- UK theatrical release poster
- Directed by: Nicolas Roeg
- Screenplay by: Dan Weldon
- Based on: Puffball by Fay Weldon
- Produced by: Julie Baines; Dan Weldon; Ben Woolford; Paul Donovan; Michael Garland; Peter Measroch; Martin Paul-Hus;
- Starring: Kelly Reilly; Miranda Richardson; Rita Tushingham; Donald Sutherland; Will Houston;
- Cinematography: Nigel Willoughby
- Edited by: Tony Palmer
- Music by: Chris Crilly; Thierry Gauthier; Delphine Measroch;
- Distributed by: Yume Pictures (2008) (UK)
- Release dates: 3 June 2007 (TIFF); 28 October 2007 (Canada); 29 February 2008 (U.S.);
- Running time: 120 minutes
- Countries: United Kingdom; Ireland; Canada;
- Language: English
- Budget: £7 million

= Puffball (film) =

2007 supernatural drama film

Puffball is a 2007 supernatural horror-thriller film directed by Nicolas Roeg, his final feature before his death in 2018. The script was adapted from Fay Weldon's 1980 novel of the same name by her son, Dan Weldon. The film was partially funded through the UK Film Council's New Cinema Fund. The film had its premiere at the Transilvania International Film Festival on 3 June 2007. The film was later released in Canada on 28 October 2007, and saw a limited release in the United States on 29 February 2008.

==Plot==
Liffey, an ambitious young architect, moves to an isolated and eerie Irish valley to build a modern piece of architecture. The ruined cottage and land that she will use are a gift from her fiancé Richard, and is the former home of Molly, the elderly matriarch of a farming family living on the other side of the woods. Molly's daughter is Mabs, herself mother of three girls and wife to farmer Tucker. Now in her forties, Mabs wants another baby, a boy to inherit the farm – or perhaps she just wants to be pregnant again.

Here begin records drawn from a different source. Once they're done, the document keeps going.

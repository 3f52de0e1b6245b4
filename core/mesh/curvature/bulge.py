"""How high the true surface stands over the middle of every edge: a quadratic surface fitted to each plane patch.

Over a triangle with barycentric coordinates λ, the quadratic surface through its corners is
z = 4 Σ f_k λ_{k+1} λ_{k+2}, where f_k is its height over the middle of the edge opposite corner k; f_k = −eᵀBe/8 with
the shape operator B of the patch. Each neighbour gives one linear equation for B: its far corner lies on the surface
too, or the slope at the common edge is known, or it lies in the same plane. That is least squares with three unknowns
per patch, with a weak pull towards no curvature; a second round pulls towards the neighbours' mean in directions of
which only they know.

Strips of cones taper: there z·ω is quadratic, with ω falling linearly to 0 at the cone's tip.
"""

from __future__ import annotations

from dataclasses import dataclass, replace
from typing import TYPE_CHECKING, Final

import numpy as np

from core.mesh.curvature.seams import COPLANAR, CORNER, CREASED
from core.mesh.curvature.surface import PAIRS, applied, conormals

if TYPE_CHECKING:
    from core.arrays import BoolArray, FloatArray, IntArray
    from core.mesh.curvature.seams import Seams
    from core.mesh.curvature.surface import PatchForms, Surface
    from core.progress import Progress

CHUNK: Final = 8_000

# Weight of the pull towards no curvature, and towards the neighbours' mean, beside equations of weight 1.
PULL_FLAT: Final = 1e-5
PULL_MEAN: Final = 3e-2

# Weight of the pull towards straight edges where the surface may be ruled.
PULL_STRAIGHT: Final = 1e-3

# Eigenvalue of the equations below which a direction counts as open, and the certainty below which a patch has one.
OPEN: Final = 1e-2
UNCERTAIN: Final = 0.2

# Sides of a strip whose outward directions add up to more than this share of their lengths are not opposite sides.
OPPOSITE: Final = 0.6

Mabs and Molly use black magic to give Mabs a baby boy. But Liffey becomes pregnant after sleeping with both Richard and Tucker, causing everybody to believe that her baby is Tucker's. Mabs seeks Molly's help again to kill Liffey's baby with magic, making it look like a miscarriage. Mabs's elder daughter helps Liffey successfully fight the spell. In the end, Mabs is finally pregnant with her own child, a boy.

==Cast==
- Kelly Reilly – Liffey
- Miranda Richardson – Mabs Tucker
- Rita Tushingham – Molly
- Donald Sutherland – Lars
- William Houston – Tucker
- Oscar Pearce – Richard

==Production==
Although the novel upon which it was based was set in rural England, the film was filmed and set in Monaghan, Ireland. In a 2008 interview, Roeg says of the location, "We shot in Ireland and without wishing to lean towards pretension or cliché there is a mysticism associated with the place... The atmosphere and the locations were very important and yes, as with my other films, it does become something of a character in its own right."

==Reception==
The Guardian reviewer Philip French wrote of the film, "A curious mixture of Cold Comfort Farm, Straw Dogs and Rosemary's Baby, Puffball is certainly watchable." Blogcritics's Tony Dayoub was somewhat critical, writing "Puffball peters out at the end. There is a lot of build-up, but no payoff to the frightening imagery which the movie employs," but adding "There is enough to recommend a viewing of the film if you are a fan of Roeg's work."

Not Coming to a Theater Near You's Jason W was more negative, calling it, "a confused film which reminds us that Roeg’s best work will always remain his sexy masterpieces of the 1970s. Hints of Roeg’s brilliance are in short supply..." The Toronto Star's Geoff Pevere was also highly critical, writing that the film is "Hysterical when it's not merely ridiculous, and shot through with such signature Roegian distractions... Puffball might well be titled for the hypothetical drug one might need to take in order to take it seriously."